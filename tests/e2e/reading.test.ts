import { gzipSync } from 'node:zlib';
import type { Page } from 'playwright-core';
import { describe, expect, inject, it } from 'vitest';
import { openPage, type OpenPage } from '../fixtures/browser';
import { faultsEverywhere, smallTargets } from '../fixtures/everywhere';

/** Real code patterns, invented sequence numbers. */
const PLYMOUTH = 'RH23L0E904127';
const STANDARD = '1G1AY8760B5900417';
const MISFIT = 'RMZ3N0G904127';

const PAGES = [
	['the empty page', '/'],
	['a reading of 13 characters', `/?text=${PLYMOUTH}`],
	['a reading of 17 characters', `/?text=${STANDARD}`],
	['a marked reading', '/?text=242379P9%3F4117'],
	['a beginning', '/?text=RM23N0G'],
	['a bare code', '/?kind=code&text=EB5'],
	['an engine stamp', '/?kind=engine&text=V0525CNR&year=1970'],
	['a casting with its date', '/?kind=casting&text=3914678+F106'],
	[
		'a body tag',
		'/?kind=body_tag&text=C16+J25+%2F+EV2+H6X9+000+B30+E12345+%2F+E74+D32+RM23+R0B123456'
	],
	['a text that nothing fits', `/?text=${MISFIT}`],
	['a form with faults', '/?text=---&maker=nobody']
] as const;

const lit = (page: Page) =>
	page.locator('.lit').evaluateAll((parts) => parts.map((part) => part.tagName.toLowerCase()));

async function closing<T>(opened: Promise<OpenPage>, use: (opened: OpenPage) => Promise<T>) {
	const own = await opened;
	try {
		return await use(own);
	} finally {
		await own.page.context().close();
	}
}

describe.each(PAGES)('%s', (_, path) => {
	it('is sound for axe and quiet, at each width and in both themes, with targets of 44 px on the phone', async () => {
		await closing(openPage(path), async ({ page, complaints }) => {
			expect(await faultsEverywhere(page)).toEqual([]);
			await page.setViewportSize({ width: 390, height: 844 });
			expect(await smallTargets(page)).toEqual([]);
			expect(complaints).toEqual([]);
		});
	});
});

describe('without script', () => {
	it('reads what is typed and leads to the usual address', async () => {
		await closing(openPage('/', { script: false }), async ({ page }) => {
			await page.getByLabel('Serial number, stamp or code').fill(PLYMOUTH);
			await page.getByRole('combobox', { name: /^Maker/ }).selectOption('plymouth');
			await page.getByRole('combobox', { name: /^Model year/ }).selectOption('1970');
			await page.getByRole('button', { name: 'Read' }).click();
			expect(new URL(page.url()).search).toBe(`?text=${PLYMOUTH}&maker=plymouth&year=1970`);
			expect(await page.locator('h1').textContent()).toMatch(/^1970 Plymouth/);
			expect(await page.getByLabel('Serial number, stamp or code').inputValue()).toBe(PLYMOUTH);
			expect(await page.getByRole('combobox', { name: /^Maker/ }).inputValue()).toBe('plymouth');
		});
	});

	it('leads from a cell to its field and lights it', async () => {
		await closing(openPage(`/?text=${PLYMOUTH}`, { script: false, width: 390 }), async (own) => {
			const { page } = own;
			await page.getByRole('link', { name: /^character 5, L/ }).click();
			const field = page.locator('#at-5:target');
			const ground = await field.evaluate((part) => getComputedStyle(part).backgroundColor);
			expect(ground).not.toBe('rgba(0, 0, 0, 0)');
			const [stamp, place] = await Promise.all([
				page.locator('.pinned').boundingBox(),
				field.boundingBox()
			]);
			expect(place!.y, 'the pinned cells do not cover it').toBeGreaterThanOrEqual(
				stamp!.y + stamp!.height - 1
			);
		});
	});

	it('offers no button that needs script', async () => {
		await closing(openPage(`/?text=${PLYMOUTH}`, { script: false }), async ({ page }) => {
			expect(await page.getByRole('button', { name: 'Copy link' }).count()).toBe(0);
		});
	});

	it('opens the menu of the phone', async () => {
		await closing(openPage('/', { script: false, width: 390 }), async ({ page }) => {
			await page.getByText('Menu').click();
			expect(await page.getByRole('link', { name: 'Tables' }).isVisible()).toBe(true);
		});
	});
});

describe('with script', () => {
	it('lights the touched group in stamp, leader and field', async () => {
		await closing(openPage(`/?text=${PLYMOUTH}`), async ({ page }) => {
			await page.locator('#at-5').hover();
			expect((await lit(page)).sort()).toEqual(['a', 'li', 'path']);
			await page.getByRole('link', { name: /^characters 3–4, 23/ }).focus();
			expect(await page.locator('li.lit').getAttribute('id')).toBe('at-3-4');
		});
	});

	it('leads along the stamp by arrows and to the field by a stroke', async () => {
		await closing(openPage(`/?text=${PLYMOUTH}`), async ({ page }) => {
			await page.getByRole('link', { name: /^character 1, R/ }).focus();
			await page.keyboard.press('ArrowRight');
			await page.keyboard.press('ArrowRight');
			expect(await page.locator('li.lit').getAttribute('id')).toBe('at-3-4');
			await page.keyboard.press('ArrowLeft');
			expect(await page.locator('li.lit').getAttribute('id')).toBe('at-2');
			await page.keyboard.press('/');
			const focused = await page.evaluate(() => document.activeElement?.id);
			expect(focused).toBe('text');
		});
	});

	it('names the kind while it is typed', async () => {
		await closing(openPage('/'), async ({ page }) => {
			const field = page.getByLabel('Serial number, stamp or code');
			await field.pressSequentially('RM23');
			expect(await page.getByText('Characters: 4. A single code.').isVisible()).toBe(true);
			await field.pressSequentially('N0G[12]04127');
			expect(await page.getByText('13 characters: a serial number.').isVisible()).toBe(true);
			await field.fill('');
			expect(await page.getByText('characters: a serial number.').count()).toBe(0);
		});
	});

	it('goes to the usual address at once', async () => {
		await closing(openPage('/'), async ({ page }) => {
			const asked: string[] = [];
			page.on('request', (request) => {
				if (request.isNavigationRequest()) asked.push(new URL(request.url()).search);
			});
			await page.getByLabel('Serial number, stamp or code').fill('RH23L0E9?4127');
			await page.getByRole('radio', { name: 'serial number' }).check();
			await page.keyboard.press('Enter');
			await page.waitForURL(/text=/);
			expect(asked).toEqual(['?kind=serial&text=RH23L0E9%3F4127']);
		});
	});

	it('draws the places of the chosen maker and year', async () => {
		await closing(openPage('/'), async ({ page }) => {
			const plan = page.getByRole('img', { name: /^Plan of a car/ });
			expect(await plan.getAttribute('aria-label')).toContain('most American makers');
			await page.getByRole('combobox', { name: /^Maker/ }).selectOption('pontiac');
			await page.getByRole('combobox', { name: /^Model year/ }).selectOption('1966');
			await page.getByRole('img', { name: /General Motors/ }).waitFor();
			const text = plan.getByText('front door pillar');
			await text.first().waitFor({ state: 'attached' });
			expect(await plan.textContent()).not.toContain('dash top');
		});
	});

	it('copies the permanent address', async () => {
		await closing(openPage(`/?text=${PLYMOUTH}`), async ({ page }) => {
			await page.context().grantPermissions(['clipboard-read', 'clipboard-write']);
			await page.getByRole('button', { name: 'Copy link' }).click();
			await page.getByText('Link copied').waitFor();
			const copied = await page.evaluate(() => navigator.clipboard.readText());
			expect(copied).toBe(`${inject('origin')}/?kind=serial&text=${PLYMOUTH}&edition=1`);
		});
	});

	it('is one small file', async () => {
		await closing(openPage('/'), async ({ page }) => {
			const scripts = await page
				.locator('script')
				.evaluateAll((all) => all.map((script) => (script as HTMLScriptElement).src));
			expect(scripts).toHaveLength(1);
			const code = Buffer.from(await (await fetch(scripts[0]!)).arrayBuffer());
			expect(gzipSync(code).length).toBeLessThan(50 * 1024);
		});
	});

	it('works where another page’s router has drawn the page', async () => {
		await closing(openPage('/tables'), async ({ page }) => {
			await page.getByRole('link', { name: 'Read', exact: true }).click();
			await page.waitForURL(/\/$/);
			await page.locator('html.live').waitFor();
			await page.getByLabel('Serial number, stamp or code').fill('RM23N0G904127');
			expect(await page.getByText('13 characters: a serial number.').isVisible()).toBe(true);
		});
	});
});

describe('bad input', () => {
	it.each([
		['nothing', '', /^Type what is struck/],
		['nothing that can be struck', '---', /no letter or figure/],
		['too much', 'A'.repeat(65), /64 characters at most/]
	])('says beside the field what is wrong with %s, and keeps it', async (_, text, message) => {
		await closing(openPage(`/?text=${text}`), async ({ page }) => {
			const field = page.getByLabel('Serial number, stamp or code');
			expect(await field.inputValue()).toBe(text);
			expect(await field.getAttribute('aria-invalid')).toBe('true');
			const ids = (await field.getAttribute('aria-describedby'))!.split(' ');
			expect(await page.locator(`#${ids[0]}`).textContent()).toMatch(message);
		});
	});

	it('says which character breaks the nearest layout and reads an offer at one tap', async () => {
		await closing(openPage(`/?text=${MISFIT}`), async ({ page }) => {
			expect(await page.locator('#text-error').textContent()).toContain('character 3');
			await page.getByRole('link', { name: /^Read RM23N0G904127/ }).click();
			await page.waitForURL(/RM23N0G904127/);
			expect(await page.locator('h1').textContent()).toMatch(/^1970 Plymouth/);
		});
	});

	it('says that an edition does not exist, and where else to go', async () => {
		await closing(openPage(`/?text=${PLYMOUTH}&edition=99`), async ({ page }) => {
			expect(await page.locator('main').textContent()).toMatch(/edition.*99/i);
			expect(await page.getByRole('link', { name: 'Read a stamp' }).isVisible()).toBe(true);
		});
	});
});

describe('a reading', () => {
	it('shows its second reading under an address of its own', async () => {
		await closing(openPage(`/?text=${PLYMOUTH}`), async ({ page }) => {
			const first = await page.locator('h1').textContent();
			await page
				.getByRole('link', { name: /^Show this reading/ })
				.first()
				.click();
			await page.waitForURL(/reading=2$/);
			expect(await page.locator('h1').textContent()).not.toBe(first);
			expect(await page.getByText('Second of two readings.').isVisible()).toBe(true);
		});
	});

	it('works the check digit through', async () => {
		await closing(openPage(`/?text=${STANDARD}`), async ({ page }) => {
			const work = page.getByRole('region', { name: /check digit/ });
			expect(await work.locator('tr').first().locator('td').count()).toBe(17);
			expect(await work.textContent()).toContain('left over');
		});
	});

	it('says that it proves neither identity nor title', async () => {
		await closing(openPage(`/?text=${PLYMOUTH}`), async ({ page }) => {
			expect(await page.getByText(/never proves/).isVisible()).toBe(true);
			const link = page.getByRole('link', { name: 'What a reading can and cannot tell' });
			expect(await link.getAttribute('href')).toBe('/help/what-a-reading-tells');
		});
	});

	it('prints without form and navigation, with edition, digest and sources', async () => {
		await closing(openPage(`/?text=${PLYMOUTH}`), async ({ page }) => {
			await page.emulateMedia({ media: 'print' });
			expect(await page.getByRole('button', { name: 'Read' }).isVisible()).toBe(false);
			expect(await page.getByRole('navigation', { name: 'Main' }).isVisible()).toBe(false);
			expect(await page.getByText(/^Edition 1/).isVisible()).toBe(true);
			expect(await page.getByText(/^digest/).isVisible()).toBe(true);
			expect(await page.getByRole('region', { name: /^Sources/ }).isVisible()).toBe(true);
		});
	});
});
_____
→ Task goal: Quote the data above from the line containing "it('shows its second" to the line containing "it('says that it", inclusive, and stop.

→ Output for this task:
	it('shows its second reading under an address of its own', async () => {
		await closing(openPage(`/?text=${PLYMOUTH}`), async ({ page }) => {
			const first = await page.locator('h1').textContent();
			await page
				.getByRole('link', { name: /^Show this reading/ })
				.first()
				.click();
			await page.waitForURL(/reading=2$/);
			expect(await page.locator('h1').textContent()).not.toBe(first);
			expect(await page.getByText('Second of two readings.').isVisible()).toBe(true);
		});
	});

	it('works the check digit through', async () => {
		await closing(openPage(`/?text=${STANDARD}`), async ({ page }) => {
			const work = page.getByRole('region', { name: /check digit/ });
			expect(await work.locator('tr').first().locator('td').count()).toBe(17);
			expect(await work.textContent()).toContain('left over');
		});
	});

	it('says that it proves neither identity nor title', async () => {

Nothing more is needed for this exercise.